When Hanley reached Cape Coast Castle—a fortress with a notorious slave dungeon beneath it—he took command of the captured Zorg. He then grossly overload it with enslaved people, placed a dozen of his own crew on board, and appointed Luke Collingwood, a ship's surgeon of questionable seamanship, its captain. In August 1781, the Zorg left Accra carrying 442 captives, 17 crew members, and one notorious passenger: the former governor, Robert Stubbs.

Kara excels in using contemporaneous sources to vividly reconstruct the collective nightmare of being transported on a slave ship.

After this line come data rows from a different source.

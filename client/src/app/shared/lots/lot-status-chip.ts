// A lot's status in words (never colour alone): usable, on hold with its causes, expired, discarded, used up.
import { ChangeDetectionStrategy, Component, computed, input } from '@angular/core';
import { holdCauseLabels, type HoldCause } from '@shared/lots/hold-causes.js';
import { lotStatusLabels } from '@shared/lots/lot-list-options.js';
import type { LotStatus } from '@shared/lots/lot-status.js';
import { StatusChip, type ChipTone } from '../flocks/status-chip';

const tones: Record<LotStatus, ChipTone> = { usable: 'ok', on_hold: 'hold', expired: 'warn', discarded: 'neutral', used_up: 'neutral' };

@Component({
  selector: 'vy-lot-status-chip',
  imports: [StatusChip],
  template: `<vy-status-chip [tone]="tone()">{{ text() }}</vy-status-chip>`,
  changeDetection: ChangeDetectionStrategy.OnPush,
})
export class LotStatusChip {
  readonly status = input.required<LotStatus>();
  readonly causes = input<readonly HoldCause[]>([]);
  protected readonly tone = computed(() => tones[this.status()]);
  protected readonly text = computed(() => {
    const label = lotStatusLabels[this.status()];
    const causes = this.causes();
    return this.status() === 'on_hold' && causes.length ? `${label}: ${causes.map((c) => holdCauseLabels[c].toLowerCase()).join(', ')}` : label;
  });
}
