// The fast path for a file's readings: a binary COPY straight into the readings table, inside a savepoint.
import type { Transaction } from 'sequelize';
import type { LogReading } from '../../shared/logs/log-reading.js';
import { BinaryCopyWriter } from './binary-copy-writer.js';
import { transactionClient } from './transaction-client.js';

/**
 * COPY writes pages at a time where an INSERT ... SELECT writes row by row (about 2.5 times slower on a year of
 * one-minute rows), so a file whose instants are all new goes straight in. The first instant already stored, or
 * repeated in the file, makes the COPY fail on the key; the savepoint then undoes it and the caller merges the
 * file through the staging table instead. Rows stream in as the file is read.
 */
export class BulkCopyReadings {
  private constructor(
    private readonly transaction: Transaction,
    private readonly writer: BinaryCopyWriter,
    private readonly loggerId: number,
  ) {}

  static async start(transaction: Transaction, loggerId: number): Promise<BulkCopyReadings> {
    const client = transactionClient(transaction);
    await client.query('SAVEPOINT bulk_readings');
    const writer = new BinaryCopyWriter(client, 'COPY readings (at, logger_id, temp_c) FROM STDIN (FORMAT binary)', ['timestamptz', 'int4', 'float4']);
    return new BulkCopyReadings(transaction, writer, loggerId);
  }

  async add(readings: readonly LogReading[]): Promise<void> {
    if (this.writer.failure) return;
    for (const r of readings) this.writer.add([r.at, this.loggerId, r.tempC]);
    await this.writer.flush();
  }

  /**
   * Closes the COPY and undoes it, for a file found unreadable half way: a connection left in COPY mode
   * would hold the transaction (and its locks) open forever.
   */
  async abandon(): Promise<void> {
    await this.writer.end();
    await transactionClient(this.transaction).query('ROLLBACK TO SAVEPOINT bulk_readings');
  }

  /** True when every row went in; false when some instant collided (and nothing of the COPY remains). */
  async finish(): Promise<boolean> {
    const failure = await this.writer.end();
    const client = transactionClient(this.transaction);
    if (!failure) {
      await client.query('RELEASE SAVEPOINT bulk_readings');
      return true;
    }
    await client.query('ROLLBACK TO SAVEPOINT bulk_readings');
    if (failure.code === '23505') return false;
    throw failure;
  }
}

The Zorg's journey was fraught with disaster. "The flux" ravaged the vessel, and then scurvy. The captain succumbed to sickness, became delirious, and appointed Stubbs. Thus, “a ship full of decay and death was being commanded by a passenger.” Kara effectively employs eyewitness accounts to paint a picture of the unmitigated terror. The powerful testimony of Alexander Falconbridge, a doctor who became an activist, describes how the captives' skin was frequently rubbed raw to the bone from being packed on bare wood, their flesh pinched and torn between the planks.

The Unspeakable Decision

By late November 1781, the Zorg was still miles from Jamaica and dangerously short on water. The crew made the decision to jettison a number of the enslaved Africans, who had already suffered through months of appalling conditions below deck. This unspeakable act was not motivated by preserving life—the Africans had begged to be allowed to live, even without water rations—but by cold economic greed. Maritime insurance policies did not cover deaths from disease, but they did cover cargo jettisoned out of “necessity” for the ship's safety. Over a period of days, the crew murdered “those Africans who would be worth less at auction”—the weak, the sick, along with women and children, even a baby born during the voyage.

The Courtroom Battle

Back in Liverpool, investor William Gregson was unhappy about the financial return on his venture. He filed an insurance claim for £30 per drowned captive—a considerable sum in today's money. The insurers declined to pay. In March 1783, Gregson took them to court and was awarded a trial by jury, with his lawyers arguing that throwing the enslaved people overboard had been “necessary.”

Catalyzing the Movement

According to Kara, “there is a direct line of causality between the public exposure of the Zorg murders and the first movement to abolish slavery in England.” Merely twelve days after the trial, an anonymous letter appeared in a widely read English newspaper. The author, who claimed to have been present the court proceedings, argued compellingly against slavery, using the Zorg case as a key illustration of its inherent evil. Olaudah Equiano read the letter and brought it to the abolitionist Granville Sharp, who filed a motion for a new trial. At the subsequent hearing, the events on the Zorg were examined in forensic detail, exactly what the abolitionists had wanted.

A Sustained Campaign

In the spring of 1787, the initial group of the Society for Effecting the Abolition of the Slave Trade first met. Over the subsequent years, they wrote letters, orated, organized campaigns, and gathered evidence on the particulars of the slave trade. “Their efforts,” Kara writes, “would lay a blueprint for the pursuit of social justice.” After years of struggles, the Act for the Abolition of the Slave Trade was enacted in 1807.

A Lasting Legacy

The debate over who or what deserves credit for abolition is contentious. The Zorg's influence, however, is powerfully captured by J.M.W. Turner's famous painting, The Slave Ship, which was inspired by the events of 1781. While slavery has been widespread in human history, its abolition following a sustained mass campaign was historic, serving as an testament to the power of persistent activism, the pen, and relentless persistence.

The Author's Approach

Unlike his other work—such as the acclaimed Cobalt Red—Kara has had to address certain gaps in the available documentation. At times, imaginative flourishes sit awkwardly next to scrupulously factual accounts, giving the book a slightly chimeric feel. Part thriller and part historical analysis, The Zorg nevertheless succeeds in shedding light on one of history's darkest chapters, using powerful storytelling and meticulous research to create a portrait that haunts the reader well after the final page.